### Input for this task

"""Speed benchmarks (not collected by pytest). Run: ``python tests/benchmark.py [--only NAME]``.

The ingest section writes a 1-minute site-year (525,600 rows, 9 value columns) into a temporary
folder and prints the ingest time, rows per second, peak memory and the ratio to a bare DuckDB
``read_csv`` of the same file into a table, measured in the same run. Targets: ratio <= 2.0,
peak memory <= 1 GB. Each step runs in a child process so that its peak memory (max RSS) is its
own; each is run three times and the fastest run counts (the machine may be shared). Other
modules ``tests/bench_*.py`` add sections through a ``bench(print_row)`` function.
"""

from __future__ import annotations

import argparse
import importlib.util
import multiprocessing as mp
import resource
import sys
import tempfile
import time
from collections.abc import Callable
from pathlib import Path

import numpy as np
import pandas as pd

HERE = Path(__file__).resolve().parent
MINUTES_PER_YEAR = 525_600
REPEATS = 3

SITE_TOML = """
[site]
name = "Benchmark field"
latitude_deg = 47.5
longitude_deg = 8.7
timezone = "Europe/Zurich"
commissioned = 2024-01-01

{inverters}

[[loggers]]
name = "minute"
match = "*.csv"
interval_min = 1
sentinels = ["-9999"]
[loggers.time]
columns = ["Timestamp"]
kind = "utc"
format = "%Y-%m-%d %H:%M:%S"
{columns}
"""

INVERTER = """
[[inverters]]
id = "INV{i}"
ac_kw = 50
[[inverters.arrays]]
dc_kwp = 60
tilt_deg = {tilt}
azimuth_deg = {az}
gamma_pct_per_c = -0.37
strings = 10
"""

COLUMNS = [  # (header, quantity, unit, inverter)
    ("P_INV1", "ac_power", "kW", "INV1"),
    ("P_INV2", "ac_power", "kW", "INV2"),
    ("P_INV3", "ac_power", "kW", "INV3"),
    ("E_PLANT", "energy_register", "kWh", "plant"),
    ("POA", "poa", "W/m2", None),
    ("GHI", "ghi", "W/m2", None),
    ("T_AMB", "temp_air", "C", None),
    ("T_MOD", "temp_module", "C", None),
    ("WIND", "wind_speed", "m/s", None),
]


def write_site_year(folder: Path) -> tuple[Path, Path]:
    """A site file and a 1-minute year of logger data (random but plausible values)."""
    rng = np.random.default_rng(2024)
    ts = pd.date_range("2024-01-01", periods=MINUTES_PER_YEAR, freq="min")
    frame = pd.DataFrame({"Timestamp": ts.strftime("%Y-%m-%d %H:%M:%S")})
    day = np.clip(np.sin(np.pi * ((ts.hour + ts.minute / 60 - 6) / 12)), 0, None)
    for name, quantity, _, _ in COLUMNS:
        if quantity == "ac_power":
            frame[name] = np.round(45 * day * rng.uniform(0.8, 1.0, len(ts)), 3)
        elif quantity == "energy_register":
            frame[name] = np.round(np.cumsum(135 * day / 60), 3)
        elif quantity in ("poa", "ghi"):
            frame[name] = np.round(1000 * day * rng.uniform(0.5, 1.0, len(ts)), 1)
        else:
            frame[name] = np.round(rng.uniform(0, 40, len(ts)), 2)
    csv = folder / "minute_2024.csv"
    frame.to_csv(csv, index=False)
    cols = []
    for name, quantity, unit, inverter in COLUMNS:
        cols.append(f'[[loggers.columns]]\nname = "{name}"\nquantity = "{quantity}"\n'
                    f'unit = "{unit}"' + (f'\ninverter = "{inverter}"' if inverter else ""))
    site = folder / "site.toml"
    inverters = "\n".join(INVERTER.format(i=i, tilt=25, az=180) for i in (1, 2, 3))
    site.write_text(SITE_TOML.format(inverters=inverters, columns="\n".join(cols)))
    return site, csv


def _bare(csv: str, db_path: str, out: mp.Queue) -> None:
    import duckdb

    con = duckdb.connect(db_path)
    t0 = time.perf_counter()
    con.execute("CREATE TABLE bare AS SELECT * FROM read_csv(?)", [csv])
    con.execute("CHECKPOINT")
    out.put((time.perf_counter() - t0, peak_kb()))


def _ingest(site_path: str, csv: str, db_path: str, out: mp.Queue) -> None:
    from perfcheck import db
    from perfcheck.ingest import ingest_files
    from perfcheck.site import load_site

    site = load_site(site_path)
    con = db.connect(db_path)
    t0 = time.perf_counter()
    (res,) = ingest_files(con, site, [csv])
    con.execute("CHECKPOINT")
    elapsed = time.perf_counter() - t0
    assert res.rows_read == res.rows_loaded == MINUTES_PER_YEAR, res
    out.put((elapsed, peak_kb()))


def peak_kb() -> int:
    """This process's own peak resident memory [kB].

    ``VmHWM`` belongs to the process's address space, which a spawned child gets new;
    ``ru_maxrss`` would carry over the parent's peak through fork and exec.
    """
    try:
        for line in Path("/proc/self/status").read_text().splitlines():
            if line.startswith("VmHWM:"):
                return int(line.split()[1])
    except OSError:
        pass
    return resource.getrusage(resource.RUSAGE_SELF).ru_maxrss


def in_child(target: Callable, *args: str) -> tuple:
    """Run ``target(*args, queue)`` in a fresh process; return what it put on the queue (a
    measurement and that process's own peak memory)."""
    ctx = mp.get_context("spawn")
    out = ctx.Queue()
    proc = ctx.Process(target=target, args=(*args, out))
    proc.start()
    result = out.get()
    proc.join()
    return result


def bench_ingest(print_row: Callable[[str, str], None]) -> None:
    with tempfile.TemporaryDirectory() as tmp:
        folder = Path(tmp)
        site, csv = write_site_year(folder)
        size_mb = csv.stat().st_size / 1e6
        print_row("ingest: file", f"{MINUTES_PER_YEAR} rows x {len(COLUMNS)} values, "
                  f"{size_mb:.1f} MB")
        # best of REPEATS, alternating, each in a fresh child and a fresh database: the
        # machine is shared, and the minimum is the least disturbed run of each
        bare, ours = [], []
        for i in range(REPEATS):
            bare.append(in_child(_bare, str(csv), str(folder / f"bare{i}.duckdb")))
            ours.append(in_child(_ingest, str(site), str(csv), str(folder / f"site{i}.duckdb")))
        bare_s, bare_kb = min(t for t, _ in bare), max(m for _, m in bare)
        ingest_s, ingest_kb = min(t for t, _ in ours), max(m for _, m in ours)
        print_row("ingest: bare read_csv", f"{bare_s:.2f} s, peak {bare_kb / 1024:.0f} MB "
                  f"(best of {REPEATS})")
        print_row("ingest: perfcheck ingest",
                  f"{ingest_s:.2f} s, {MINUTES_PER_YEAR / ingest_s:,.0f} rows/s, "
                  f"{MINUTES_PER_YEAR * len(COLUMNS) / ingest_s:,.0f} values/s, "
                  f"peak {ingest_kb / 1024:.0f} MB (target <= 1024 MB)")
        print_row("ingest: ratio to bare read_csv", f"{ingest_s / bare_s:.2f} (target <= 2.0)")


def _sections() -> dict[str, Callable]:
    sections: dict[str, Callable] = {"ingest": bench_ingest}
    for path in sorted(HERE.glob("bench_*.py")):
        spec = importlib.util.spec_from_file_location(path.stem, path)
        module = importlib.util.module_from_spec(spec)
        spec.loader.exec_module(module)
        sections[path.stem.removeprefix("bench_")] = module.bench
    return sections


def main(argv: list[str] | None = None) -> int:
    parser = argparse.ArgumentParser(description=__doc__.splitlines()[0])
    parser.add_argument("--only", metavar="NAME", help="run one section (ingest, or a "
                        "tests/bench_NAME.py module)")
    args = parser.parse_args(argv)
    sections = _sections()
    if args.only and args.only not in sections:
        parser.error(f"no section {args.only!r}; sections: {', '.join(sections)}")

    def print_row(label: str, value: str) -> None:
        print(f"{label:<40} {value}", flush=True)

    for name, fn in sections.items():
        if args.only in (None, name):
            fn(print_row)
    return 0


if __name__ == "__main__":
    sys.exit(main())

######
### Input for this task

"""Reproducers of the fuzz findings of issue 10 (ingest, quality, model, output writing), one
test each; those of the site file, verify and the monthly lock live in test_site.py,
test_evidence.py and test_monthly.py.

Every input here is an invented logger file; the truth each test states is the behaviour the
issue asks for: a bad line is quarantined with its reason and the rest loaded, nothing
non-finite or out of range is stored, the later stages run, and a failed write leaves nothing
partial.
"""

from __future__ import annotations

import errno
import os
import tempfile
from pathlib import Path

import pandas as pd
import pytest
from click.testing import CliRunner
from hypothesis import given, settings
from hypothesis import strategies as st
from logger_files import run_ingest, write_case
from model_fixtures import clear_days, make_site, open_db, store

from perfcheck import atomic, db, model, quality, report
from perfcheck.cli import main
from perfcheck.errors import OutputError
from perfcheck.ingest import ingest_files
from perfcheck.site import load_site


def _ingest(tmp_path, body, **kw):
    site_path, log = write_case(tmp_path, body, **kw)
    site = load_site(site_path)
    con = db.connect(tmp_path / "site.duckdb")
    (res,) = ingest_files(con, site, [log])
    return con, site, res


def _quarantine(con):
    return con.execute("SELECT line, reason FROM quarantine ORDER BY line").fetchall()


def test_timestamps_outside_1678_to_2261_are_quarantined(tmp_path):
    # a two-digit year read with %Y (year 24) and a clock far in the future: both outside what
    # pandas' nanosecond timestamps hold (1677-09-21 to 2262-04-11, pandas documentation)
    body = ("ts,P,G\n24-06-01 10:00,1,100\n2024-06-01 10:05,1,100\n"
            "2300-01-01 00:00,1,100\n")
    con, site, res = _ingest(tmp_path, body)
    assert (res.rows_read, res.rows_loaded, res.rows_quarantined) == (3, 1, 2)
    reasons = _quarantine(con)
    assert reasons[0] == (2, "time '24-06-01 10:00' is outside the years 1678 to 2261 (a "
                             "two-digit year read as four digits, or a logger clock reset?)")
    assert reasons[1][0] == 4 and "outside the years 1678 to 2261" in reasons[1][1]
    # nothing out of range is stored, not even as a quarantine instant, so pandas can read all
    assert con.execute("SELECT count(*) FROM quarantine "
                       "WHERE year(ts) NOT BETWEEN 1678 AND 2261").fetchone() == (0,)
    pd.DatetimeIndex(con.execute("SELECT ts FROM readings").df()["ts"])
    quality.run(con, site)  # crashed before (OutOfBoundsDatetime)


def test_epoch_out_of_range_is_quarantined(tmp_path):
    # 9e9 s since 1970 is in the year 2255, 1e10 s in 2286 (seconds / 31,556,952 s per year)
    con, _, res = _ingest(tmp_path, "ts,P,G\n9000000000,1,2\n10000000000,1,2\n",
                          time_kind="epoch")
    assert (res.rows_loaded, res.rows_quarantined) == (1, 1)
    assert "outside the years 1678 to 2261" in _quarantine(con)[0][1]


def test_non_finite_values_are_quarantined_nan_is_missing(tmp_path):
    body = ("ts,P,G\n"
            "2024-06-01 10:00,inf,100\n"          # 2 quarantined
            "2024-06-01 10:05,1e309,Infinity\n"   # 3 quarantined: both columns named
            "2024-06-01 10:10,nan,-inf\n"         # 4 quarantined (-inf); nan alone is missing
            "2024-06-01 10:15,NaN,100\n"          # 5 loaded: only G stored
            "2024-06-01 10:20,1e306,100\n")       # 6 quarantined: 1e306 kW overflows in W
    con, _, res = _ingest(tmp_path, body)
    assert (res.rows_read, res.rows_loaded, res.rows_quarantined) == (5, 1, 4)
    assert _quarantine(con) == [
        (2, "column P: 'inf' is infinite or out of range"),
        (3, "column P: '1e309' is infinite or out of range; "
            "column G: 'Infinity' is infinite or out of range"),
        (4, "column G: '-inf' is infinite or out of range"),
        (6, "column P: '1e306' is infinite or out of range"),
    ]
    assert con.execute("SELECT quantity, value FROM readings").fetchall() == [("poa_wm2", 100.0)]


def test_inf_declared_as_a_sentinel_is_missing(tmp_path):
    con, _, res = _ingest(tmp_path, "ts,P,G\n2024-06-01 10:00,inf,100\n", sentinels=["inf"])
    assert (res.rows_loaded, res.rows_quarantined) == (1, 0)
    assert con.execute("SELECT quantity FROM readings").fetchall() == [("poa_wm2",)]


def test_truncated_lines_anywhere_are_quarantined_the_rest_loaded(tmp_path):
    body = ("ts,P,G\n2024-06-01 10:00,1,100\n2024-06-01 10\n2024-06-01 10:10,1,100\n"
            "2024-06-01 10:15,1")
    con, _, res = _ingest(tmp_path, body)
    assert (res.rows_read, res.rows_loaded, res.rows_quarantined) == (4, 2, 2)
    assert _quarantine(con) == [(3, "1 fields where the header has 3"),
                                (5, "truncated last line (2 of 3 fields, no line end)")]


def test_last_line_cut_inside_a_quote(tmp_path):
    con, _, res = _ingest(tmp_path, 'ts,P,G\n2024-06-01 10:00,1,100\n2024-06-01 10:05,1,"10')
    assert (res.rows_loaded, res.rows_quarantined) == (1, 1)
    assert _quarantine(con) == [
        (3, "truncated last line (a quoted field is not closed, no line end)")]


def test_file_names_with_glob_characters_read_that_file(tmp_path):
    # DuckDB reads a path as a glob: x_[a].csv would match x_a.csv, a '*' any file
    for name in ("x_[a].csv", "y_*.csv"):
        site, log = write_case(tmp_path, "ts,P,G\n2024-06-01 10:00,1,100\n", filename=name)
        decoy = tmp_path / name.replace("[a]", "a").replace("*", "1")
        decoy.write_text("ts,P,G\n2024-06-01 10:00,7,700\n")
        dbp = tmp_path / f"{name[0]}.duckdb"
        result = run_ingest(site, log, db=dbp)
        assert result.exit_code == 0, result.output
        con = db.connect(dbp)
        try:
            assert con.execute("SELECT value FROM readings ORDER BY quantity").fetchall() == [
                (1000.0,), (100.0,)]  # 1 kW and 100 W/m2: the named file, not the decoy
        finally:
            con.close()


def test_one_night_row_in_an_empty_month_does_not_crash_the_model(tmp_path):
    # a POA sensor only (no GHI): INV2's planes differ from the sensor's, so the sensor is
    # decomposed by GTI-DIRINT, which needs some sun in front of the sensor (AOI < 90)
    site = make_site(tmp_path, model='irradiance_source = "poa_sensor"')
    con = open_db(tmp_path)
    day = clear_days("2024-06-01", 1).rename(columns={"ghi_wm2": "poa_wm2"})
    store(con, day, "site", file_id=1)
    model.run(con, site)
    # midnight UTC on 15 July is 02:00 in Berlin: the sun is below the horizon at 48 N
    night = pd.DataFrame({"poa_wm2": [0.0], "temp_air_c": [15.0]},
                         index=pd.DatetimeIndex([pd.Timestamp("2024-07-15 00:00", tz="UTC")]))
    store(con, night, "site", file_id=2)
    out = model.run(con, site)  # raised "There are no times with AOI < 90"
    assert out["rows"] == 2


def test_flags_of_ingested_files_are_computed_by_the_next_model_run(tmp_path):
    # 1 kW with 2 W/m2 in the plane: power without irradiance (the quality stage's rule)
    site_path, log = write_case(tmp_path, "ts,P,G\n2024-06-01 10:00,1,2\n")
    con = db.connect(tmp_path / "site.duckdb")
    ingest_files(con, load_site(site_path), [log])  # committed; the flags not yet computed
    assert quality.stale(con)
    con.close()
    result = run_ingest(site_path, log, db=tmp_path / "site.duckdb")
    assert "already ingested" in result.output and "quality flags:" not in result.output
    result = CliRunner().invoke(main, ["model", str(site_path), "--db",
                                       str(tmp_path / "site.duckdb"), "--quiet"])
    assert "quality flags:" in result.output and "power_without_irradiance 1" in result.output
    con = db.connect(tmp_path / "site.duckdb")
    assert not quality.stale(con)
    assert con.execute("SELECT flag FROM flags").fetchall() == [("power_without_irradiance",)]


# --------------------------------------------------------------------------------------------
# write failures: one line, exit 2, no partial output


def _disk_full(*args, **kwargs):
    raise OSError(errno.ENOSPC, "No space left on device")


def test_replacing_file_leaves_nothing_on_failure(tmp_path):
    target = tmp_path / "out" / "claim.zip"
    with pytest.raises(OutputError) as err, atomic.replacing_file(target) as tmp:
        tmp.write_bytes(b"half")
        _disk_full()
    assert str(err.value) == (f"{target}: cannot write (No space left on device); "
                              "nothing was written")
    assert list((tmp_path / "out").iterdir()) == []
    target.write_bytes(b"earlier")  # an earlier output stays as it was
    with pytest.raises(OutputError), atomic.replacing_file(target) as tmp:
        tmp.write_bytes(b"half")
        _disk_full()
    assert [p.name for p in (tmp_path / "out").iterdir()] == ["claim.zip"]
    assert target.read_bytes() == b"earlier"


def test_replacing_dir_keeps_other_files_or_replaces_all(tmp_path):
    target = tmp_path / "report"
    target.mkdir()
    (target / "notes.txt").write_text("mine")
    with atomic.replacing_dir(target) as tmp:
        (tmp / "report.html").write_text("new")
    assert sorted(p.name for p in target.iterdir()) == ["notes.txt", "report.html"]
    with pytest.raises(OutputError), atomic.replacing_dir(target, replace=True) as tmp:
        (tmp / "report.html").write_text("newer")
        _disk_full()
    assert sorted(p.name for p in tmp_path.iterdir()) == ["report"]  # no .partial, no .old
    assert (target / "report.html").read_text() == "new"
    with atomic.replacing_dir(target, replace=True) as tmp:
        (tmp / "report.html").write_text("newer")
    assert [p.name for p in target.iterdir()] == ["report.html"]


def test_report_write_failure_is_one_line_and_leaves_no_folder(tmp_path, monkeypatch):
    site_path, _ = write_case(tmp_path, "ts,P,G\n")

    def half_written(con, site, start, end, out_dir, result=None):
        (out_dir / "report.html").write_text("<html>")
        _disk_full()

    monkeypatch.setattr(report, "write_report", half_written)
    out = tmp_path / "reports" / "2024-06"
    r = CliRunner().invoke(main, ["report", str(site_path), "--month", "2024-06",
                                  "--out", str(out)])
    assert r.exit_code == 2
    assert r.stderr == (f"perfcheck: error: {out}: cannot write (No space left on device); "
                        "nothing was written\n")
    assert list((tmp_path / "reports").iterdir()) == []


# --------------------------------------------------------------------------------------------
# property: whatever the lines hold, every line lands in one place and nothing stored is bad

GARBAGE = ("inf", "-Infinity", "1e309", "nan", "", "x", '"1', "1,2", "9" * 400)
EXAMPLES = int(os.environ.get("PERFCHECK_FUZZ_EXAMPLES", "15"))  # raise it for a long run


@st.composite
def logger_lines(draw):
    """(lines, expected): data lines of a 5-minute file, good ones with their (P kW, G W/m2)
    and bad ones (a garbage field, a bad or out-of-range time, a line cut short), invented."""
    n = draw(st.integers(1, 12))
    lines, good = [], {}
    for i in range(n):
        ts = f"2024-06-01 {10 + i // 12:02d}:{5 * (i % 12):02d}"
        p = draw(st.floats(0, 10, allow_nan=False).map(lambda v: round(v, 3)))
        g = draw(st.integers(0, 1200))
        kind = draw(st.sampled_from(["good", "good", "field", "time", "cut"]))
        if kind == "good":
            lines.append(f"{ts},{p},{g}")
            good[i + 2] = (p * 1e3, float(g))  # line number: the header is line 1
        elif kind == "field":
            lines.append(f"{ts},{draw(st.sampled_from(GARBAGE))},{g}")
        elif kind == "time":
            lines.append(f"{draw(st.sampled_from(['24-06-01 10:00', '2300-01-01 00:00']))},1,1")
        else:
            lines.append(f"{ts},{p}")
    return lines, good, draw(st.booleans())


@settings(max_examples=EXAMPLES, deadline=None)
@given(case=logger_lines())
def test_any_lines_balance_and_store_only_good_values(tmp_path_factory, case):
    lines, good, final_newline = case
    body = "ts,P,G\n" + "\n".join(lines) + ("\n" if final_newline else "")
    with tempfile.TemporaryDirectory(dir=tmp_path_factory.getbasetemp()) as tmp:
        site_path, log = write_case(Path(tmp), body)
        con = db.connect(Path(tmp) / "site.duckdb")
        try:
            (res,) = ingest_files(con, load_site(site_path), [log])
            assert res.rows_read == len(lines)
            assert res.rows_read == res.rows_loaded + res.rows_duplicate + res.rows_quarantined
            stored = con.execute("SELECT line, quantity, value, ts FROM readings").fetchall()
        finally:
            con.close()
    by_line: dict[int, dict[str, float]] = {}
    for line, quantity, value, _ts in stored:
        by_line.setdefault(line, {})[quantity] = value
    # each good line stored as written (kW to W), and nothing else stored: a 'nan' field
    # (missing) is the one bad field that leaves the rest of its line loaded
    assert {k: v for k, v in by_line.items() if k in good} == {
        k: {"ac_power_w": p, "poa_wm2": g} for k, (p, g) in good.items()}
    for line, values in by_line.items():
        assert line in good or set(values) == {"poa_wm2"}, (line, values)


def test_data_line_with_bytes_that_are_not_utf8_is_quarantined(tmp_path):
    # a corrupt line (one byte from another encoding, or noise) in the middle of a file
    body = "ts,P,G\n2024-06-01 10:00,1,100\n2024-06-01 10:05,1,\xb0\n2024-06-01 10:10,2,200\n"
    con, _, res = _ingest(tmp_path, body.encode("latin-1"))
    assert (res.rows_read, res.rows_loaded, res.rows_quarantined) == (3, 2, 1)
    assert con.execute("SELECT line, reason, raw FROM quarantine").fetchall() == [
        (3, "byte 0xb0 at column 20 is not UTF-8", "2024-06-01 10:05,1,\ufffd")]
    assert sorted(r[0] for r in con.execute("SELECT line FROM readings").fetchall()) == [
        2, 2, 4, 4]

######
### Input for this task

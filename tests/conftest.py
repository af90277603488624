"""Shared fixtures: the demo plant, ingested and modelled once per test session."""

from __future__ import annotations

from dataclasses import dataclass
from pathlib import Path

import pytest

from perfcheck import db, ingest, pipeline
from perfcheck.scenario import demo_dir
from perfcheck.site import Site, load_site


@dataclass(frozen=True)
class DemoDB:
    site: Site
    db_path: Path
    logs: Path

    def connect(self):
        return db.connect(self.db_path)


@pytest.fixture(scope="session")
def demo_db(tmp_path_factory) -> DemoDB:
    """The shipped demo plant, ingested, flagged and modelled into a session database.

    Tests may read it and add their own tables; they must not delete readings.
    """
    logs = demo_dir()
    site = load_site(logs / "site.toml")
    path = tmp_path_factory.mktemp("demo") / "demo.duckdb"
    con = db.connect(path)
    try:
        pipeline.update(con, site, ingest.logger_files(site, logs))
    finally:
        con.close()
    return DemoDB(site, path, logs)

######

• _Task instructions_:
From the data above, reproduce word for word the lines running from the line with "benchmarks (not collected" to the line with "import time", ends included.

• _Output below_:
"""Speed benchmarks (not collected by pytest). Run: ``python tests/benchmark.py [--only NAME]``.

The ingest section writes a 1-minute site-year (525,600 rows, 9 value columns) into a temporary
folder and prints the ingest time, rows per second, peak memory and the ratio to a bare DuckDB
``read_csv`` of the same file into a table, measured in the same run. Targets: ratio <= 2.0,
peak memory <= 1 GB. Each step runs in a child process so that its peak memory (max RSS) is its
own; each is run three times and the fastest run counts (the machine may be shared). Other
modules ``tests/bench_*.py`` add sections through a ``bench(print_row)`` function.
"""

from __future__ import annotations

import argparse
import importlib.util
import multiprocessing as mp
import resource
import sys
import tempfile
import time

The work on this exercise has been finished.